## [DATA SHOWN]

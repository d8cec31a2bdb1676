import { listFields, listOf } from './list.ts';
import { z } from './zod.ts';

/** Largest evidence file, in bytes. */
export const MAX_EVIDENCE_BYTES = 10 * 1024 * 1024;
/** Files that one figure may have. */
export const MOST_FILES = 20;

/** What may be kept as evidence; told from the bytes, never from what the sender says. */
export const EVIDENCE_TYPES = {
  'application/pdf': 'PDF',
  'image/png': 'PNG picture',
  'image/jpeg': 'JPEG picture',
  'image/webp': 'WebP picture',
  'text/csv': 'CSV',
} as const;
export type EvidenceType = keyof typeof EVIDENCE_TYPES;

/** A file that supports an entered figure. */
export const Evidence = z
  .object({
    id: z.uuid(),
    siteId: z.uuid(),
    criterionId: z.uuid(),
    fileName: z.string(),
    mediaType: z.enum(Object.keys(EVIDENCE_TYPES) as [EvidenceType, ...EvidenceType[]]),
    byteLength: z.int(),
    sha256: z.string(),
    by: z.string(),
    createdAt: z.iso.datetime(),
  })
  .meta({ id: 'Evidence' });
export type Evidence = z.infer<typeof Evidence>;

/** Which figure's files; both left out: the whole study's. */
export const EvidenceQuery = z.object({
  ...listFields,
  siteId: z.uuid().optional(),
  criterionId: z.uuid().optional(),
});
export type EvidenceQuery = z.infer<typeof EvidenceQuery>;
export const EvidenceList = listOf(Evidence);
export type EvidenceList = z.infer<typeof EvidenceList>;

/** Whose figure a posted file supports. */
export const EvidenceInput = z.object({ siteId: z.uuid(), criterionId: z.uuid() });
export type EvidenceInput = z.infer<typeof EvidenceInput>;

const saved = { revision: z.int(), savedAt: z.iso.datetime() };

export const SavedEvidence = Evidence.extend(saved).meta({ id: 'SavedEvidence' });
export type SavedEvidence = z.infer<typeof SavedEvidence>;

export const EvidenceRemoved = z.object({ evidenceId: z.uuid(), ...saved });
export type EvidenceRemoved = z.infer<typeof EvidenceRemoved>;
---
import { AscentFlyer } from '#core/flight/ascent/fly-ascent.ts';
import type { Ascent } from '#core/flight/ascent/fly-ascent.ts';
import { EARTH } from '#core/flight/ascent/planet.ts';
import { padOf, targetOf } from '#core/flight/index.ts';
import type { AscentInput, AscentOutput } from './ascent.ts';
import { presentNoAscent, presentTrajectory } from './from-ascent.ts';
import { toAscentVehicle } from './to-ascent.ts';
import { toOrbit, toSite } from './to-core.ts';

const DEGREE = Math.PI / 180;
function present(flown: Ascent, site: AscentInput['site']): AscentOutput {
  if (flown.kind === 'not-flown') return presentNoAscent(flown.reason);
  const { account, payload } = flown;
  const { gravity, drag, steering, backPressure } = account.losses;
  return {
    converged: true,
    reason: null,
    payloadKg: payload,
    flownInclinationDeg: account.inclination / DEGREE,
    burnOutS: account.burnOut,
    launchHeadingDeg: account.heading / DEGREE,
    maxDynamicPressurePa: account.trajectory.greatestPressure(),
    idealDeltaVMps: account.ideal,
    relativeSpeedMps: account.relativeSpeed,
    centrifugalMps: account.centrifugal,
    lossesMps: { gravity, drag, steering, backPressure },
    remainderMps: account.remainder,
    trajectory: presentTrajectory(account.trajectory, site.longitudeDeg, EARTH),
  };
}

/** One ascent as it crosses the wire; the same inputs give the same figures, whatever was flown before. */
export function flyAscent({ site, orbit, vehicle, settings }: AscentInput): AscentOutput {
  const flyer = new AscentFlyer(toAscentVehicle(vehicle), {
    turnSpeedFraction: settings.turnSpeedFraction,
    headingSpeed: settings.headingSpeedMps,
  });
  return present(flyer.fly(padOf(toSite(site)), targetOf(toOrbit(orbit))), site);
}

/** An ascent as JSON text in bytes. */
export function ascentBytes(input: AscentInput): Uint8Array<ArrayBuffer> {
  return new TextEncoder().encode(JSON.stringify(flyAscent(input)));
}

## [WHAT THIS TASK INVOLVES]
From the records above, copy only the lines starting with the line that holds "export type EvidenceQuery" and going on through the line that holds "export type EvidenceRemoved", exactly as written.

## [RESPONSE BELOW]
export type EvidenceQuery = z.infer<typeof EvidenceQuery>;
export const EvidenceList = listOf(Evidence);
export type EvidenceList = z.infer<typeof EvidenceList>;

/** Whose figure a posted file supports. */
export const EvidenceInput = z.object({ siteId: z.uuid(), criterionId: z.uuid() });
export type EvidenceInput = z.infer<typeof EvidenceInput>;

const saved = { revision: z.int(), savedAt: z.iso.datetime() };

export const SavedEvidence = Evidence.extend(saved).meta({ id: 'SavedEvidence' });
export type SavedEvidence = z.infer<typeof SavedEvidence>;

export const EvidenceRemoved = z.object({ evidenceId: z.uuid(), ...saved });
export type EvidenceRemoved = z.infer<typeof EvidenceRemoved>;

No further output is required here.